* ASSIGNMENT *
For the entries below, the result should be an exact transcription of the lines from the one with "remote : object read by window, optional" up to and including the one with "with contextlib.ExitStack() as", and only those.
(RECORDED INFORMATION)
def _shipped_local(draw: Draw, kind: str, connectivity: int, thr: float, levels: bool, spec):
    """The local step of one block as a pure task: ``spec`` is the window and
    the DEM's values on it and its halo; the error is drawn here. Returns the
    summary (with ``levels``, made for the second pass of depressions) and
    the block's lowest value (see :func:`_local_task`); the level inputs are
    not kept: the second pass makes them again."""
    window, dem = spec
    s, lowest, _ = _local_task(draw.source(dem), kind, connectivity, thr, levels, None, window)
    return s, lowest


def _shipped_pond(draw: Draw, connectivity: int, thr: float, area_row: np.ndarray, resolution,
                  spec):
    """The second pass of depressions on one block as a pure task: ``spec`` is
    the window, the DEM's values on it and its halo and the region labels on
    it. The block's local step is computed again from the drawn values (its
    level inputs are never kept between the passes), so nothing travels but
    the window's values in and the block's counts and sums out."""
    window, dem, regions = spec
    src = draw.source(dem)
    vals = read_block(src, window, src.shape)
    _, inputs = local_and_levels(vals, window, src.shape, connectivity=connectivity,
                                 min_persistence=thr)
    h = halo(window, src.shape)
    return _pond_task(WindowData(vals, h.r0, h.c0), regions, area_row, thr, resolution,
                      (window, inputs))


def _shipped_specs(dem: Any, wins, shape, regions: Any = None):
    """The specs of the pure tasks, one window at a time: the window and the
    DEM's values on it and its halo (None when ``dem`` is None: the task
    reads them itself; see :class:`Draw`), and the region labels on the window."""
    grid = None if dem is None else _array(dem)
    for w in wins:
        h = halo(w, shape)
        data = None if grid is None else WindowData(np.asarray(grid[h.r0:h.r1, h.c0:h.c1]),
                                                    h.r0, h.c0)
        if regions is None:
            yield w, data
        else:
            labels = np.asarray(_array(regions)[w.r0:w.r1, w.c0:w.c1])
            yield w, data, WindowData(labels, w.r0, w.c0)


def realise_blocked(dem: Any, sampler: ErrorSampler, job: Any, seed: int, i: int, *,
                    block: int, regions: Any, ponding: np.ndarray | None = None,
                    map: Callable[..., Iterable] = builtins.map, scratch: Any = None,
                    reference: float = 0.0, shipped: bool = False, remote: Any = None) -> dict:
    """Realisation ``i`` block by block: the log of :func:`~terrain.jobs.credit.realise`.

    Parameters
    ----------
    dem : (rows, cols) float32 array with NaN on nodata, or a path to one saved as ``.npy``
    sampler, job, seed, i
        As :func:`~terrain.jobs.credit.realise` (``job`` a resolved ``CreditJob``).
    block : int
        Block side in cells.
    regions : (rows, cols) int array or ``.npy`` path
        The unperturbed DEM's region labels (``job.regions.labels``).
    ponding : (rows, cols) int32 array, optional
        For depressions, incremented in place, block by block, where the
        cell is ponded (any array taking slice assignment: a memmap too; or
        a :class:`~terrain.io.CountStore`, whose ``add`` is told ``i``).
    map : callable
        ``map(fn, windows)`` returning results in order (a pool's or a Dask
        client's); the default runs the blocks here, one after another.
    scratch : str, optional
        Path of a ``.npy`` file to draw the realisation into (see
        :func:`materialise`). Default: a float32 array in this process when
        ``dem`` is an array, a temporary file beside ``dem`` when it is a path
        (the tasks may then run in other processes).
    reference : float
        Subtracted from ``dem``'s values (a DEM on disk, as read) to give the
        float32 frame of ``job.reference``; 0 when ``dem`` is already in it.
    shipped : bool
        Run the blocks as pure tasks (a Dask cluster): each task is sent its
        window's values (:class:`WindowData`) and draws the error there; the
        second pass of depressions computes the block's local step again;
        nothing is written to or read from a folder (``scratch`` unused), so
        the workers need no file system shared with this process. The
        results are the same bit for bit.
    remote : object read by window, optional
        With ``shipped``: the DEM as the tasks read it themselves, its values
        as the DEM's file gives them (:class:`~terrain.io.RasterWindows`,
        made by :func:`~terrain.io.dem_windows`; ``job.reference`` is
        subtracted, as from a DEM on disk), so no DEM values are sent with a
        task, only the file's path and header; the region labels of the
        second pass of depressions still are. ``dem`` is then read here only
        for summits' isolation (peaks). The results are the same bit for bit.

    Returns
    -------
    dict
        Exactly what :func:`~terrain.jobs.credit.realise` returns.

    References
    ----------
    .. [1] Morozov, D., Weber, G. H. (2013). Distributed merge trees.
       PPoPP '13, 93-102. doi:10.1145/2442516.2442526
    """
    src = PerturbedSource(dem, sampler, int(seed), int(i), float(reference))
    shape = src.shape
    wins = windows(shape, block)
    if shipped:
        draw = Draw(sampler, int(seed), int(i), float(reference)) if remote is None else \
            Draw(sampler, int(seed), int(i), float(job.reference or 0.0), remote)
        return _realise_shipped(dem, float(reference), wins, draw, job, regions, ponding, map)
    with contextlib.ExitStack() as scope:
        if scratch is None and isinstance(dem, str):  # tasks elsewhere: a scratch file
            folder = scope.enter_context(scratch_folder(os.path.dirname(os.path.abspath(dem))))
            scratch = scratch_file(folder, "realisation")
        src = materialise(src, wins, np.empty(shape, np.float32) if scratch is None else scratch,
                          map)
        keep = os.path.dirname(os.path.abspath(scratch)) if isinstance(scratch, str) else None
        return _realise_on(src, wins, sampler, job, seed, i, regions, ponding, map, keep)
(End RECORDED INFORMATION)
* EXPECTED ANSWER *
    remote : object read by window, optional
        With ``shipped``: the DEM as the tasks read it themselves, its values
        as the DEM's file gives them (:class:`~terrain.io.RasterWindows`,
        made by :func:`~terrain.io.dem_windows`; ``job.reference`` is
        subtracted, as from a DEM on disk), so no DEM values are sent with a
        task, only the file's path and header; the region labels of the
        second pass of depressions still are. ``dem`` is then read here only
        for summits' isolation (peaks). The results are the same bit for bit.

    Returns
    -------
    dict
        Exactly what :func:`~terrain.jobs.credit.realise` returns.

    References
    ----------
    .. [1] Morozov, D., Weber, G. H. (2013). Distributed merge trees.
       PPoPP '13, 93-102. doi:10.1145/2442516.2442526
    """
    src = PerturbedSource(dem, sampler, int(seed), int(i), float(reference))
    shape = src.shape
    wins = windows(shape, block)
    if shipped:
        draw = Draw(sampler, int(seed), int(i), float(reference)) if remote is None else \
            Draw(sampler, int(seed), int(i), float(job.reference or 0.0), remote)
        return _realise_shipped(dem, float(reference), wins, draw, job, regions, ponding, map)
    with contextlib.ExitStack() as scope:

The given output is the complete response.